To compete in the digital economy, retail industry firms must supply the right product, in the right quantity, at the right time, to the right place, and at the right price. Supply chains must be customer-centric and align with customer requirements. They are challenged to shorten cycle lead times as customer demand shifts to the just-in-time ordering, while increasing the inventory to meet service objectives in the face of increased demand volatility and unpredictability. Supply chain activities, especially warehousing and inventory management, are crucial to reduce total business costs, and technology-enabled decision tools are required to optimize these activities. Online channels are the most disruptive factor in today’s retail environment, and consumers are increasingly using these channels to select their products while wanting to avoid delays in order fulfillment. This requires additional demand for fulfillment services from operation of distribution and retail branches with complex inventory policies (Choi et al., 2018; Duan et al., 2019; Ghosh et al., 2021). The disruptions have needed collaborative arrangements to reconceptualize the nature of core business, which involves the reconsideration of the product and service mix, the appropriate distribution channel, and the collaborative resources and capabilities required to support the service and product development process over the long term.
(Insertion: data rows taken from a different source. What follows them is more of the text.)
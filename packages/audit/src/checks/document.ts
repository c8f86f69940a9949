import type { CampaignDocument } from "@weighhouse/campaign/document";
import { problemLine } from "@weighhouse/campaign/problem";
import { readCampaign } from "@weighhouse/campaign/read";
import { utf8 } from "@weighhouse/ledger/bytes";
import { readJson } from "./archive-text";
import type { Files } from "./container";
import { counted, failed, judged } from "./line";
import type { Checked } from "./line";
import { compareJson } from "./differences";
import { DOCUMENT, jsonText } from "../layout";

/**
 * `campaign.json` is what the entries add up to, and that is a campaign.
 *
 * @param folded the document from the entries
 * @returns it, where an engine may be asked to score it
 */
export function checkDocument(files: Files, folded: CampaignDocument): Checked<CampaignDocument> {
  const check = "campaign document";
  // There is one form only, so its size is known; a forger's may be longer, not without end.
  const read = readJson(files, DOCUMENT, 2 * utf8(jsonText(folded)).length + 2 ** 16);
  if (!read.ok) return { line: failed(check, read.fault), value: folded };
  const { differences } = compareJson(read.value, folded, { tolerance: 0 });
  const fits = readCampaign(folded);
  const problems = fits.ok ? [] : fits.problems.map(problemLine);
  if (problems.length > 0) {
    // No engine is asked to score what no campaign can be.
    const places = problems.map((problem) => `the entries add up to no campaign: ${problem}`);
    return { line: failed(check, places), value: null };
  }
  const detail = `${counted(folded.hypotheses.length, "hypothesis", "hypotheses")} and ${counted(folded.measurements.length, "measurement")}, folded from the entries`;
  return {
    line: judged(
      check,
      differences.map((difference) => `${DOCUMENT}, ${difference}`),
      detail,
    ),
    value: folded,
  };
}
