import "server-only";
import { createContext } from "@weighhouse/api/context";
import { appRouter } from "@weighhouse/api/router";
import { DeskError } from "@weighhouse/desk/desk-error";
import type { Actor } from "@weighhouse/desk/desk";
import { headers } from "next/headers";
import { notFound, redirect } from "next/navigation";
import { cache } from "react";
import { services } from "./services";

/** The API, called in this process for the reader of this request; one a request. */
const readApi = cache(async () => {
  const { desk, auth, log } = await services();
  const context = await createContext({ desk, auth, log, headers: await headers() });
  const { actor, origin } = context;
  return { caller: appRouter.createCaller(context), actor, origin };
});

export async function readActor(): Promise<Actor> {
  return (await readApi()).actor;
}

/** Where people reach this server, as it was set. */
export async function readOrigin(): Promise<string> {
  return (await readApi()).origin;
}

export type Caller = Awaited<ReturnType<typeof readApi>>["caller"];

/**
 * Runs one read for a page. What isn't there becomes the page for that; who must sign in first is
 * sent there and comes back to `path`.
 */
export async function readFor<T>(path: string, read: (caller: Caller) => Promise<T>): Promise<T> {
  const { caller } = await readApi();
  try {
    return await read(caller);
  } catch (error) {
    const refusal = refusalOf(error);
    if (refusal?.code === "not-found" || refusal?.code === "not-allowed") notFound();
    if (refusal?.code === "not-signed-in") redirect(`/sign-in?next=${encodeURIComponent(path)}`);
    throw error;
  }
}

/** The desk's refusal in what a call threw; null where it was something else. */
export function refusalOf(error: unknown): DeskError | null {
  const cause = error instanceof Error && error.cause ? error.cause : error;
  return cause instanceof DeskError ? cause : null;
}
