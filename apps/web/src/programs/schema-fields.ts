export type JsonSchema = Record<string, unknown>;

/** A field of a JSON object as a page shows it. */
export interface SchemaField {
  /** Dotted below objects, `[]` for each of a list. */
  name: string;
  type: string;
  required: boolean;
  says: string;
}

/** Deeper than this a table tells less than the schema itself. */
const DEPTH = 2;

/** The fields of an object's schema, those of objects within it after them. */
export function schemaFields(
  schema: JsonSchema,
  schemas: Record<string, JsonSchema>,
  at: { prefix?: string; depth?: number } = {},
): SchemaField[] {
  const { prefix = "", depth = 0 } = at;
  const object = resolved(schema, schemas);
  const properties = (object["properties"] ?? {}) as Record<string, JsonSchema>;
  const required = (object["required"] ?? []) as string[];
  return Object.entries(properties).flatMap(([name, field]) => {
    const full = `${prefix}${name}`;
    const row: SchemaField = {
      name: full,
      type: typeWords(field),
      required: required.includes(name),
      says: descriptionOf(field, schemas),
    };
    if (depth + 1 >= DEPTH) return [row];
    const inner = withoutNull(resolved(field, schemas), schemas);
    const items = inner["items"] as JsonSchema | undefined;
    const [below, mark] = items ? [withoutNull(items, schemas), "[]."] : [inner, "."];
    return [row, ...schemaFields(below, schemas, { prefix: `${full}${mark}`, depth: depth + 1 })];
  });
}

/** A type in a few words: `text`, `whole number`, `list of numbers`, `a or b`, the name of a schema. */
export function typeWords(schema: JsonSchema): string {
  const name = nameOf(schema);
  if (name !== null) return name;
  if (schema["const"] !== undefined) return JSON.stringify(schema["const"]);
  if (Array.isArray(schema["enum"])) return schema["enum"].map((one) => String(one)).join(" or ");
  const options = (schema["anyOf"] ?? schema["oneOf"]) as JsonSchema[] | undefined;
  if (options) {
    const words = options.map(typeWords).filter((word) => word !== "null");
    return [...new Set(words)].join(" or ");
  }
  if (schema["type"] === "array") {
    const items = schema["items"] as JsonSchema | undefined;
    return `list of ${items ? plural(typeWords(items)) : "anything"}`;
  }
  return words[String(schema["type"])] ?? "anything";
}

const words: Record<string, string> = {
  string: "text",
  integer: "whole number",
  number: "number",
  boolean: "true or false",
  object: "object",
  null: "null",
};

function plural(word: string): string {
  return ["text", "whole number", "number", "object"].includes(word) ? `${word}s` : word;
}

function descriptionOf(schema: JsonSchema, schemas: Record<string, JsonSchema>): string {
  const own = schema["description"];
  if (typeof own === "string") return own;
  const inner = withoutNull(schema, schemas);
  return inner !== schema && typeof inner["description"] === "string" ? inner["description"] : "";
}

function withoutNull(schema: JsonSchema, schemas: Record<string, JsonSchema>): JsonSchema {
  const options = schema["anyOf"] as JsonSchema[] | undefined;
  const present = options?.filter((one) => one["type"] !== "null") ?? [];
  return present.length === 1 ? resolved(present[0]!, schemas) : schema;
}

function resolved(schema: JsonSchema, schemas: Record<string, JsonSchema>): JsonSchema {
  const name = nameOf(schema);
  return name === null ? schema : (schemas[name] ?? schema);
}

function nameOf(schema: JsonSchema): string | null {
  const ref = schema["$ref"];
  return typeof ref === "string" ? (ref.split("/").at(-1) ?? null) : null;
}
Retail supply chains are now designed and managed by networks that represent more than just the flow of logistics in the form of distribution channels and suppliers, and new paradigms in performance assessment and resource planning are needed. Profit recovery is achieved through accurate prediction replacement part demand, particularly in demand spikes. Traditional demand forecasting methods use past demand history, but sales of many products exhibit seasonal, cyclical, or trend-stabilizing patterns, which are difficult to model. Time series, autoregressive statistical methods have been unable to provide accurate forecast results in terms of MSE or MAPD.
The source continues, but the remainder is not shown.